-- Exercise description --
Transcribe all of the records precisely as they are presented.

(Provided records Opens)

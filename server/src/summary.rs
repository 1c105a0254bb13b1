//! `check-model`'s answer for a valid model: a short account of what the file contains, so a
//! user can see at a glance that the engine read what they meant to write.

use std::fmt::Write;

use reconcile::model::Quantity;
use reconcile::Plant;

pub fn summary(plant: &Plant) -> String {
    let mut out = String::new();
    // Writing to a String cannot fail; the results are ignored for that reason only.
    let _ = writeln!(out, "model \"{}\" is valid", plant.name);
    let _ = writeln!(
        out,
        "  period {} ({} s), alpha {}",
        plant.spec.period.trim(),
        plant.period_seconds,
        plant.alpha
    );
    let _ = writeln!(
        out,
        "  {}: {}",
        count(plant.components.len(), "component"),
        join(plant.components.iter().map(|c| c.id.clone()))
    );
    let inerts = join(
        plant
            .components
            .iter()
            .filter(|c| c.inert)
            .map(|c| c.id.clone()),
    );
    let _ = writeln!(
        out,
        "  inerts: {}",
        if inerts.is_empty() { "none" } else { &inerts }
    );
    let _ = writeln!(
        out,
        "  {}: {}",
        count(plant.units.len(), "unit"),
        join(plant.units.iter().map(|u| format!("{} ({})", u.id, u.kind)))
    );
    let _ = writeln!(out, "  {}", count(plant.reactions.len(), "reaction"));
    for r in &plant.reactions {
        let _ = writeln!(
            out,
            "    {} in {}: {}{}",
            r.id,
            plant.units[r.unit].id,
            equation(plant, &r.stoichiometry),
            r.key
                .map(|k| format!(" (key {})", plant.components[k].id))
                .unwrap_or_default()
        );
    }
    let _ = writeln!(out, "  {}", count(plant.streams.len(), "stream"));
    let _ = writeln!(out, "  {}", count(plant.meters.len(), "meter"));
    let all = [
        Quantity::MolarFlow,
        Quantity::MassFlow,
        Quantity::StdVolumeFlow,
        Quantity::ComponentFlow,
        Quantity::MoleFraction,
        Quantity::MassFraction,
    ];
    for q in all {
        let n = plant.meters.iter().filter(|m| m.quantity == q).count();
        if n > 0 {
            let _ = writeln!(out, "    {}: {n}", q.as_str());
        }
    }
    out
}

/// `N2 + 3 H2 -> 2 NH3`: reactants (negative coefficients) left, products right.
fn equation(plant: &Plant, stoichiometry: &[(usize, f64)]) -> String {
    let side = |sign: f64| {
        stoichiometry
            .iter()
            .filter(|(_, v)| v * sign > 0.0)
            .map(|&(c, v)| {
                let v = v.abs();
                let id = &plant.components[c].id;
                if v == 1.0 {
                    id.clone()
                } else {
                    format!("{v} {id}")
                }
            })
            .collect::<Vec<_>>()
            .join(" + ")
    };
    format!("{} -> {}", side(-1.0), side(1.0))
}

fn join(items: impl Iterator<Item = String>) -> String {
    items.collect::<Vec<_>>().join(", ")
}

fn count(n: usize, noun: &str) -> String {
    if n == 1 {
        format!("1 {noun}")
    } else {
        format!("{n} {noun}s")
    }
}
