//! `loopbal serve`: open (or create) the database, bind, serve until SIGINT or SIGTERM, then
//! finish the requests in flight, close the database and exit.

use std::net::SocketAddr;

use anyhow::Context;
use tokio::net::TcpListener;

use crate::api::{self, AppState, Limits};
use crate::schedule::{self, Claimant, Schedule};
use crate::service::Service;
use crate::store::{redacted, Store};

pub struct Options {
    pub listen: SocketAddr,
    pub database: String,
    pub limits: Limits,
    pub schedule: Schedule,
    pub claimant: Claimant,
}

/// Log lines go to stderr; `RUST_LOG` chooses what (default: info for loopbal, warn for the
/// libraries).
pub fn init_tracing() {
    let filter = tracing_subscriber::EnvFilter::try_from_default_env().unwrap_or_else(|_| {
        tracing_subscriber::EnvFilter::new("loopbal=info,tower_http=warn,warn")
    });
    let _ = tracing_subscriber::fmt()
        .with_env_filter(filter)
        .with_writer(std::io::stderr)
        .with_ansi(std::io::IsTerminal::is_terminal(&std::io::stderr()))
        .try_init();
}

pub async fn serve(opts: Options) -> anyhow::Result<()> {
    let store = Store::open(&opts.database)
        .await
        .with_context(|| format!("opening the database {}", redacted(&opts.database)))?;
    let service = Service::new(store.clone()).with_claimant(opts.claimant);
    let instance = service.claimant.instance.clone();
    let (stop_tx, stop_rx) = tokio::sync::watch::channel(false);
    let worker = tokio::spawn(schedule::worker(service.clone(), opts.schedule, stop_rx));
    let (router, _) = api::router(AppState::with_service(service, opts.limits));
    let listener = TcpListener::bind(opts.listen)
        .await
        .with_context(|| format!("listening on {}", opts.listen))?;
    let addr = listener.local_addr()?;
    // One plain line on stdout for scripts and tests that started us on port 0.
    println!("loopbal: listening on http://{addr}");
    tracing::info!(%addr, database = %redacted(&opts.database), instance = %instance, "serving");
    axum::serve(listener, router)
        .with_graceful_shutdown(shutdown_signal())
        .await
        .context("serving HTTP")?;
    // The worker finishes the run it is in (its report is stored whole) and stops.
    let _ = stop_tx.send(true);
    if let Err(e) = worker.await {
        tracing::error!(error = %e, "the scheduler ended abnormally");
    }
    // Every request has been answered and every transaction committed or rolled back; close
    // the pool so SQLite checkpoints its write-ahead log.
    store.close().await;
    tracing::info!("stopped");
    Ok(())
}

async fn shutdown_signal() {
    let interrupt = async {
        if let Err(e) = tokio::signal::ctrl_c().await {
            tracing::error!(error = %e, "cannot listen for SIGINT");
            std::future::pending::<()>().await;
        }
    };
    #[cfg(unix)]
    let terminate = async {
        match tokio::signal::unix::signal(tokio::signal::unix::SignalKind::terminate()) {
            Ok(mut s) => {
                s.recv().await;
            }
            Err(e) => {
                tracing::error!(error = %e, "cannot listen for SIGTERM");
                std::future::pending::<()>().await;
            }
        }
    };
    #[cfg(not(unix))]
    let terminate = std::future::pending::<()>();
    tokio::select! {
        _ = interrupt => {},
        _ = terminate => {},
    }
    tracing::info!("shutting down: finishing requests in flight");
}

(Provided records Closes)

-- Result for this task --
filename server/src/summary.rs
repository 1c105a0254bb13b1
//! `check-model`'s answer for a valid model: a short account of what the file contains, so a
//! user can see at a glance that the engine read what they meant to write.

use std::fmt::Write;

use reconcile::model::Quantity;
use reconcile::Plant;

pub fn summary(plant: &Plant) -> String {
    let mut out = String::new();
    // Writing to a String cannot fail; the results are ignored for that reason only.
    let _ = writeln!(out, "model \"{}\" is valid", plant.name);
    let _ = writeln!(
        out,
        "  period {} ({} s), alpha {}",
        plant.spec.period.trim(),
        plant.period_seconds,
        plant.alpha
    );
    let _ = writeln!(
        out,
        "  {}: {}",
        count(plant.components.len(), "component"),
        join(plant.components.iter().map(|c| c.id.clone()))
    );
    let inerts = join(
        plant
            .components
            .iter()
            .filter(|c| c.inert)
            .map(|c| c.id.clone()),
    );
    let _ = writeln!(
        out,
        "  inerts: {}",
        if inerts.is_empty() { "none" } else { &inerts }
    );
    let _ = writeln!(
        out,
        "  {}: {}",
        count(plant.units.len(), "unit"),
        join(plant.units.iter().map(|u| format!("{} ({})", u.id, u.kind)))
    );
    let _ = writeln!(out, "  {}", count(plant.reactions.len(), "reaction"));
    for r in &plant.reactions {
        let _ = writeln!(
            out,
            "    {} in {}: {}{}",
            r.id,
            plant.units[r.unit].id,
            equation(plant, &r.stoichiometry),
            r.key
                .map(|k| format!(" (key {})", plant.components[k].id))
                .unwrap_or_default()
        );
    }
    let _ = writeln!(out, "  {}", count(plant.streams.len(), "stream"));
    let _ = writeln!(out, "  {}", count(plant.meters.len(), "meter"));
    let all = [
        Quantity::MolarFlow,
        Quantity::MassFlow,
        Quantity::StdVolumeFlow,
        Quantity::ComponentFlow,
        Quantity::MoleFraction,
        Quantity::MassFraction,
    ];
    for q in all {
        let n = plant.meters.iter().filter(|m| m.quantity == q).count();
        if n > 0 {
            let _ = writeln!(out, "    {}: {n}", q.as_str());
        }
    }
    out
}

/// `N2 + 3 H2 -> 2 NH3`: reactants (negative coefficients) left, products right.
fn equation(plant: &Plant, stoichiometry: &[(usize, f64)]) -> String {
    let side = |sign: f64| {
        stoichiometry
            .iter()
            .filter(|(_, v)| v * sign > 0.0)
            .map(|&(c, v)| {
                let v = v.abs();
                let id = &plant.components[c].id;
                if v == 1.0 {
                    id.clone()
                } else {
                    format!("{v} {id}")
                }
            })
            .collect::<Vec<_>>()
            .join(" + ")
    };
    format!("{} -> {}", side(-1.0), side(1.0))
}

fn join(items: impl Iterator<Item = String>) -> String {
    items.collect::<Vec<_>>().join(", ")
}

fn count(n: usize, noun: &str) -> String {
    if n == 1 {
        format!("1 {noun}")
    } else {
        format!("{n} {noun}s")
    }
}
//! `loopbal serve`: open (or create) the database, bind, serve until SIGINT or SIGTERM, then
//! finish the requests in flight, close the database and exit.

use std::net::SocketAddr;

use anyhow::Context;
use tokio::net::TcpListener;

use crate::api::{self, AppState, Limits};
use crate::schedule::{self, Claimant, Schedule};
use crate::service::Service;
use crate::store::{redacted, Store};

pub struct Options {
    pub listen: SocketAddr,
    pub database: String,
    pub limits: Limits,
    pub schedule: Schedule,
    pub claimant: Claimant,
}

/// Log lines go to stderr; `RUST_LOG` chooses what (default: info for loopbal, warn for the
/// libraries).
pub fn init_tracing() {
    let filter = tracing_subscriber::EnvFilter::try_from_default_env().unwrap_or_else(|_| {
        tracing_subscriber::EnvFilter::new("loopbal=info,tower_http=warn,warn")
    });
    let _ = tracing_subscriber::fmt()
        .with_env_filter(filter)
        .with_writer(std::io::stderr)
        .with_ansi(std::io::IsTerminal::is_terminal(&std::io::stderr()))
        .try_init();
}

pub async fn serve(opts: Options) -> anyhow::Result<()> {
    let store = Store::open(&opts.database)
        .await
        .with_context(|| format!("opening the database {}", redacted(&opts.database)))?;
    let service = Service::new(store.clone()).with_claimant(opts.claimant);
    let instance = service.claimant.instance.clone();
    let (stop_tx, stop_rx) = tokio::sync::watch::channel(false);
    let worker = tokio::spawn(schedule::worker(service.clone(), opts.schedule, stop_rx));
    let (router, _) = api::router(AppState::with_service(service, opts.limits));
    let listener = TcpListener::bind(opts.listen)
        .await
        .with_context(|| format!("listening on {}", opts.listen))?;
    let addr = listener.local_addr()?;
    // One plain line on stdout for scripts and tests that started us on port 0.
    println!("loopbal: listening on http://{addr}");
    tracing::info!(%addr, database = %redacted(&opts.database), instance = %instance, "serving");
    axum::serve(listener, router)
        .with_graceful_shutdown(shutdown_signal())
        .await
        .context("serving HTTP")?;
    // The worker finishes the run it is in (its report is stored whole) and stops.
    let _ = stop_tx.send(true);
    if let Err(e) = worker.await {
        tracing::error!(error = %e, "the scheduler ended abnormally");
    }
    // Every request has been answered and every transaction committed or rolled back; close
    // the pool so SQLite checkpoints its write-ahead log.
    store.close().await;
    tracing::info!("stopped");
    Ok(())
}

async fn shutdown_signal() {
    let interrupt = async {
        if let Err(e) = tokio::signal::ctrl_c().await {
            tracing::error!(error = %e, "cannot listen for SIGINT");
            std::future::pending::<()>().await;
        }
    };
    #[cfg(unix)]
    let terminate = async {
        match tokio::signal::unix::signal(tokio::signal::unix::SignalKind::terminate()) {
            Ok(mut s) => {
                s.recv().await;
            }
            Err(e) => {
                tracing::error!(error = %e, "cannot listen for SIGTERM");
                std::future::pending::<()>().await;
            }
        }
    };
    #[cfg(not(unix))]
    let terminate = std::future::pending::<()>();
    tokio::select! {
        _ = interrupt => {},
        _ = terminate => {},
    }
    tracing::info!("shutting down: finishing requests in flight");
}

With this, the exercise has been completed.